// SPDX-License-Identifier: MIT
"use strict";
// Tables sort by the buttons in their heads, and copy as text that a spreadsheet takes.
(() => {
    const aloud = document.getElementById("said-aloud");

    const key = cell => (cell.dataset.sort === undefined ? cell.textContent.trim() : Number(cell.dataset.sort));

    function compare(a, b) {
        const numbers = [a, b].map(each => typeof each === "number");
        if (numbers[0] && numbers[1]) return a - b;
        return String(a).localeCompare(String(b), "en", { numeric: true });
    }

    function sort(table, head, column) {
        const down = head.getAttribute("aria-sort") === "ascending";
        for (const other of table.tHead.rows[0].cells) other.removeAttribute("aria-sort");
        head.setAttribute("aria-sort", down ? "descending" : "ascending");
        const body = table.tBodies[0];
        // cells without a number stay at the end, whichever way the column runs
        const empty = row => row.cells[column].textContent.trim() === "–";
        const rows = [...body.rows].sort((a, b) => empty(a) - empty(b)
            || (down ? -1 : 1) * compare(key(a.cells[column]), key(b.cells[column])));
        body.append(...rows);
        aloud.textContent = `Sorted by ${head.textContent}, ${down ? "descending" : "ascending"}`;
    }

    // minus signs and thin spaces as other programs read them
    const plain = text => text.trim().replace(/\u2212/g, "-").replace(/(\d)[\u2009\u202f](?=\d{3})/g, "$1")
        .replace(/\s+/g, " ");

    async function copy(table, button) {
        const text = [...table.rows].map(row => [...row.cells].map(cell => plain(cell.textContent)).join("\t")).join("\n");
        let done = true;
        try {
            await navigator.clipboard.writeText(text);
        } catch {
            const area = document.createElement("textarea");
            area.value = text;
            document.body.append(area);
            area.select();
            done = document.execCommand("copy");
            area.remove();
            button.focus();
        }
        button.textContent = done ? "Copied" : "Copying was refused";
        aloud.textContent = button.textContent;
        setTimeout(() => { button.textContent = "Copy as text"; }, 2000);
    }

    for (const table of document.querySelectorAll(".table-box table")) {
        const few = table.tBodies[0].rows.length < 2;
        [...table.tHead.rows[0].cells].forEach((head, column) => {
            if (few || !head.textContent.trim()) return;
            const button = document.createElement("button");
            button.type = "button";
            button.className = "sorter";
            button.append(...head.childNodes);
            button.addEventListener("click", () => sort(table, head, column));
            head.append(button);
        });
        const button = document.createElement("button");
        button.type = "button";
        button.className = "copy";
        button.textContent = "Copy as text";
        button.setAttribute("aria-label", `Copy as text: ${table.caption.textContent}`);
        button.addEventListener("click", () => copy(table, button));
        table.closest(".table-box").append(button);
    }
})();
...
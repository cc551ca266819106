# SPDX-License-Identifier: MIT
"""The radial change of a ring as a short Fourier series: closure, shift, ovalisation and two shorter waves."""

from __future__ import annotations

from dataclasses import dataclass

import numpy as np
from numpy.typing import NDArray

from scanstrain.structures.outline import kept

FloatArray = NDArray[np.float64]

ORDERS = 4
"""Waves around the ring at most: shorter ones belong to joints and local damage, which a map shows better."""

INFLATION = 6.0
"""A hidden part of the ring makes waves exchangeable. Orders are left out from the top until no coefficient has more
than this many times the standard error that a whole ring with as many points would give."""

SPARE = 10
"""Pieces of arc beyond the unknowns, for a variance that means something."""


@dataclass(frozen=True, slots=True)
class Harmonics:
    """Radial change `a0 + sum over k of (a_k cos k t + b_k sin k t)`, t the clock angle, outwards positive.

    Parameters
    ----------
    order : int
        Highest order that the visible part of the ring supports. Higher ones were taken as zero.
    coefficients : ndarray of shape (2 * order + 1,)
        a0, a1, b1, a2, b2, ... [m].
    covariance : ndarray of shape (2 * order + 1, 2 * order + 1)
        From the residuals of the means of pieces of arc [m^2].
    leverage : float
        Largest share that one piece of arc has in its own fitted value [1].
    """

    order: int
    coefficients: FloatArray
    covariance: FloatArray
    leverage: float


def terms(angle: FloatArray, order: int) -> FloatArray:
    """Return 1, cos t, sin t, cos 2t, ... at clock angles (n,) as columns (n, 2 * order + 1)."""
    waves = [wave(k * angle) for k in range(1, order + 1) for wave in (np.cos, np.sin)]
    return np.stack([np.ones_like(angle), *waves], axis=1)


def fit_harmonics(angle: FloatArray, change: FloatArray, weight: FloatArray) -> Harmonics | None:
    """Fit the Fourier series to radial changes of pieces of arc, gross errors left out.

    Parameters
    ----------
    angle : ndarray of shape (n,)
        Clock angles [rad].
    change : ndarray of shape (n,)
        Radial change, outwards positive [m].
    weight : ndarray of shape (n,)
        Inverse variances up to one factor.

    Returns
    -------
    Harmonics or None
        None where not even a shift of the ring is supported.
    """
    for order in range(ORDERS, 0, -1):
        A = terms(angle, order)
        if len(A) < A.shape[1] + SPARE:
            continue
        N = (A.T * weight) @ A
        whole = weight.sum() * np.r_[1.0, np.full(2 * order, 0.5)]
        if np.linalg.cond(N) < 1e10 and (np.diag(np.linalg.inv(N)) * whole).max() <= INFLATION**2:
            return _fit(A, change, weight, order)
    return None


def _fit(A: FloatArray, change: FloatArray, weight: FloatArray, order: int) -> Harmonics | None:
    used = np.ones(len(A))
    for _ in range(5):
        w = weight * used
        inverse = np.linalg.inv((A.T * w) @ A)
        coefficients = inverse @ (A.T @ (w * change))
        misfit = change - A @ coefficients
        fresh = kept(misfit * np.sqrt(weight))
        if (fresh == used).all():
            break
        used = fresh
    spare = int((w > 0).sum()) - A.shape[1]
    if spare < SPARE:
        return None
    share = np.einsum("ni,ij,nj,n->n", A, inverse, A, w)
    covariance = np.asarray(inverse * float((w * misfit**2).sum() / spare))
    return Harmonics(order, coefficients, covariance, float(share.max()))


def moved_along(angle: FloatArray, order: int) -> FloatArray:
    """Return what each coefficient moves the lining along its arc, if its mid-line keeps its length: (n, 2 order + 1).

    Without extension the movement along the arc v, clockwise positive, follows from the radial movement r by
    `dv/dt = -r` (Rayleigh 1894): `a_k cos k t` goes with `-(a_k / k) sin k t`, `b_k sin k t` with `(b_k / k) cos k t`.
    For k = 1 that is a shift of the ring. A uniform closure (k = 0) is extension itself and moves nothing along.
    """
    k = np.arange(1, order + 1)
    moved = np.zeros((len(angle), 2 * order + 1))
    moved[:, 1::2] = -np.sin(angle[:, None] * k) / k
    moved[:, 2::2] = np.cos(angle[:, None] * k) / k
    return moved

> **YOUR TASK**
Out of the data above, transcribe exactly and only the lines starting with the line that has "used = fresh" and going on through the line that has "2 order + 1).", both included.

> **OUTPUT**
        used = fresh
    spare = int((w > 0).sum()) - A.shape[1]
    if spare < SPARE:
        return None
    share = np.einsum("ni,ij,nj,n->n", A, inverse, A, w)
    covariance = np.asarray(inverse * float((w * misfit**2).sum() / spare))
    return Harmonics(order, coefficients, covariance, float(share.max()))


def moved_along(angle: FloatArray, order: int) -> FloatArray:
    """Return what each coefficient moves the lining along its arc, if its mid-line keeps its length: (n, 2 order + 1).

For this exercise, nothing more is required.